The generalized transport reaction catalyzed by H^{+}-PPases is:pyrophosphate (P_{2}) + H_{2}O + H^{+} (cytoplasm) → inorganic phosphate (2 P_{i}) + H^{+} (external milieu or vacuolar lumen).

== Structure ==
Eukaryotic members of the H^{+}-PPase family are large proteins of about 770 amino acyl residues (aas) with 15 or 16 putative transmembrane α-helical spanners (TMSs). The N-termini are predicted to be in the vacuolar lumen while the C-termini are thought to be in the cytoplasm. These proteins exhibit a region that shows convincing sequence similarity to the regions surrounding the DCCD-sensitive glutamate in the C-terminal regions of the c-subunits of F-type ATPases (TC #3.A.2). The H^{+}-pyrophosphatase of Streptomyces coelicolor has been shown to have a 17 TMS topology with the substrate binding domain exposed to the cytoplasm. The C-terminus is hydrophilic with a single C-terminal TMS. The basic structure is believed to have 16 TMSs with several large cytoplasmic loops containing functional motifs. Several acidic residues in the Arabidopsis H^{+}-PPase have been shown to be important for function. Some plants possess closely related H^{+}-PPase isoforms. These enzymes have the enzyme commission number EC 3.6.1.1.
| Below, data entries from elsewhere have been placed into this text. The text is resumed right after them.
import Box from '@mui/material/Box';
import { useQuery } from '@tanstack/react-query';
import { useState } from 'react';
import { useSearchParams } from 'react-router-dom';
import { carryOut } from '../../../api-client/carry-out';
import { capital, listText } from '../../../lib/text';
import { ConfirmDialog } from '../../../shared-ui/confirm-dialog';
import { DataTable } from '../../../shared-ui/data-table';
import { EmptyState } from '../../../shared-ui/empty-state';
import { TextField } from '../../../shared-ui/fields/text-field';
import { FilterWords } from '../../../shared-ui/filter-words';
import { LoadingBars } from '../../../shared-ui/loading-bars';
import { PageTitle } from '../../../shared-ui/page-title';
import { ProblemAlert } from '../../../shared-ui/problem-alert';
import { useToast } from '../../../shared-ui/toasts';
import { licencesQuery, useSeeLicence, type Licence } from '../api/licences';
import { peopleQuery } from '../api/people';
import { ClubRules } from '../components/club-rules';
import { OpeningHours } from '../components/opening-hours';
import { LicenceCell } from '../components/licence-cell';
import { PersonCell, RolesCell } from '../components/person-cells';
import { deskRows, lastHolders, rowsShown, SHOWN, shownOptions, type DeskRow } from '../desk';

/** Who may do what: everybody of the club, their roles, and whose licence was seen. */
export default function ClubDeskPage() {
  const people = useQuery(peopleQuery);
  const licences = useQuery(licencesQuery);
  const failed = people.error ?? licences.error;
  const again = () => {
    void people.refetch();
    void licences.refetch();
  };
  return (
    <>
      <PageTitle tab="Club desk">
        Club <b>desk</b>
      </PageTitle>
      {failed ? (
        <ProblemAlert error={failed} onRetry={again} />
      ) : people.data && licences.data ? (
        <>
          <People rows={deskRows(people.data.items, licences.data)} />
          <OpeningHours />
          <ClubRules />
        </>
      ) : (
        <LoadingBars rows={8} label="Loading people" />
      )}
    </>
  );
}

function People({ rows }: { rows: readonly DeskRow[] }) {
  const [search, setSearch] = useSearchParams();
  const name = search.get('name') ?? '';
  const shown = SHOWN.find((known) => known === search.get('shown')) ?? 'everyone';
  const [seeing, setSeeing] = useState<Licence>();
  const put = (key: 'name' | 'shown', text: string) =>
    setSearch(
      (before) => {
        const after = new URLSearchParams(before);
        after.set(key, text);
        return after;
      },
      { replace: true },
    );
  const found = rowsShown(rows, shown, name.trim());
  return (
    <>
      <Box sx={{ display: 'flex', flexWrap: 'wrap', alignItems: 'flex-end', gap: '10px 20px', mb: '14px' }}>
        <Box sx={{ flex: '1 1 auto' }}>
          <FilterWords
            label="Who is shown"
            value={shown}
            options={shownOptions(rows)}
            onChange={(next) => put('shown', next)}
          />
        </Box>
        <Box sx={{ width: { xs: '100%', md: 240 } }}>
          <TextField label="Name" value={name} onChange={(text) => put('name', text)} />
        </Box>
      </Box>
      {found.length === 0 ? (
        <EmptyState title="Nobody of that name here">Clear the name, or show everyone.</EmptyState>
      ) : (
        <DataTable
          label="People, their roles and licences"
          columns={[
            { key: 'name', header: 'Person', cell: PersonCell },
            { key: 'roles', header: 'Roles', cell: RolesCell },
            {
              key: 'licence',
              header: 'Licence seen',
              cell: ({ licences }) => <LicenceCell licences={licences} onSeen={setSeeing} />,
            },
          ]}
          rows={found}
          rowKey={({ person }) => person.id}
          footer={footerText(rows, found)}
        />
      )}
      {seeing && <SeeLicence licence={seeing} onDone={() => setSeeing(undefined)} />}
    </>
  );
}

function footerText(rows: readonly DeskRow[], found: readonly DeskRow[]): string {
  const last = lastHolders(rows);
  const whole = `${rows.length} people, ${found.length} shown.`;
  return last.length === 0
    ? whole
    : `${whole} A role cannot be taken from its last holder: ${capital(listText(last))}.`;
}

/** Asked, for it opens the way on the air and cannot be taken back here. */
function SeeLicence({ licence, onDone }: { licence: Licence; onDone: () => void }) {
  const seeing = useSeeLicence();
  const say = useToast();
  const { buildId, builder, planName } = licence;
  return (
    <ConfirmDialog
      open
      title={`You have seen the licence of ${builder.name}?`}
      act="Licence seen"
      stay="Not yet"
      isBusy={seeing.isPending}
      onStay={onDone}
      onAct={() =>
        carryOut(seeing, buildId, {
          onSuccess: () => {
            say(`Licence of ${builder.name} seen.`);
            onDone();
          },
        })
      }
    >
      It must cover the band, the power and the emission of the {planName}. The last stage opens once
      everything before it is signed off; your name and the day stay in the record. The licence and local
      rules decide what may be sent.
      {seeing.isError && <ProblemAlert error={seeing.error} />}
    </ConfirmDialog>
  );
}
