import type { Context } from './context';
import { feeMinor } from './fees';
import { newId, nowSeconds } from './ids';
import type { Charge, Payout, Refund, Transaction } from './shapes';
import { put } from './store';

/** Money of a card payment waits two days before it may be paid out (common practice). */
const SETTLING_SECONDS = 2 * 86_400;

type Movement = Pick<Transaction, 'amount' | 'currency' | 'source' | 'type' | 'description'>;

export function writeChargeTransaction(context: Context, charge: Charge): Transaction {
  const { id: source, amount, currency, description } = charge;
  const fee = feeMinor(amount, context.settings.fee);
  return put(
    context.store.transactions,
    newTransaction({ amount, currency, source, type: 'charge', description }, fee),
  );
}

/** The fee of the first payment is not given back (common practice). */
export function writeRefundTransaction(
  context: Context,
  refund: Omit<Refund, 'balance_transaction'>,
): Transaction {
  const { id: source, currency } = refund;
  const movement: Movement = { amount: -refund.amount, currency, source, type: 'refund', description: null };
  return put(context.store.transactions, newTransaction(movement));
}

export function writePayoutTransaction(
  context: Context,
  payout: Omit<Payout, 'balance_transaction'>,
): Transaction {
  const { id: source, currency, description } = payout;
  const movement: Movement = { amount: -payout.amount, currency, source, type: 'payout', description };
  return put(context.store.transactions, newTransaction(movement));
}

function newTransaction(movement: Movement, fee = 0): Transaction {
  const { currency } = movement;
  const created = nowSeconds();
  const waits = movement.type === 'charge';
  const detail = {
    amount: fee,
    application: null,
    currency,
    description: 'Processing fee',
    type: 'stripe_fee',
  };
  return {
    id: newId('txn'),
    object: 'balance_transaction',
    ...movement,
    available_on: waits ? created + SETTLING_SECONDS : created,
    balance_type: 'payments',
    created,
    exchange_rate: null,
    fee,
    fee_details: fee > 0 ? [detail] : [],
    net: movement.amount - fee,
    reporting_category: movement.type,
    status: waits ? 'pending' : 'available',
  };
}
Lin et al. (2012) reported the crystal structure of a Vigna radiata H^{+}-PPase (VrH^{+}-PPase) in complex with a non-hydrolysable substrate analogue, imidodiphosphate (IDP), at 2.35 Å resolution. Each VrH^{+}-PPase subunit consists of an integral membrane domain formed by 16 transmembrane helices. IDP is bound in the cytosolic region of each subunit and trapped by numerous charged residues and five Mg^{2+} ions. A previously undescribed proton translocation pathway is formed by six core transmembrane helices. Proton pumping can be initialized by PP(i) hydrolysis, and H^{+} is then transported into the vacuolar lumen through a pathway consisting of Arg 242, Asp 294, Lys 742 and Glu 301. Lin et al. (2012) proposed a working model of the mechanism for the coupling between proton pumping and PP(i) hydrolysis by H^{+}-PPases. Membrane-integral pyrophosphatases (M-PPases) are crucial for the survival of plants, bacteria, and protozoan parasites. They couple pyrophosphate hydrolysis or synthesis to Na^{+} or H^{+} pumping. The 2.6Å structure of Thermotoga maritima H^{+}-PPase in the resting state revealed a previously unknown solution for ion pumping. The hydrolytic center, 20 angstroms above the membrane, is coupled to the gate formed by the conserved Asp(243), Glu(246), and Lys(707) by an unusual 'coupling funnel' of six α helices. Helix 12 slides down upon substrate binding to open the gate by a simple binding-change mechanism. Below the gate, four helices form the exit channel. Superimposing helices 3 to 6, 9 to 12, and 13 to 16 suggests that M-PPases arose through gene triplication. By comparing the active sites, fluoride inhibition data and the various models for ion transport, Kajander et al. concluded that membrane-integral PPases probably use binding of pyrophosphate to drive pumping.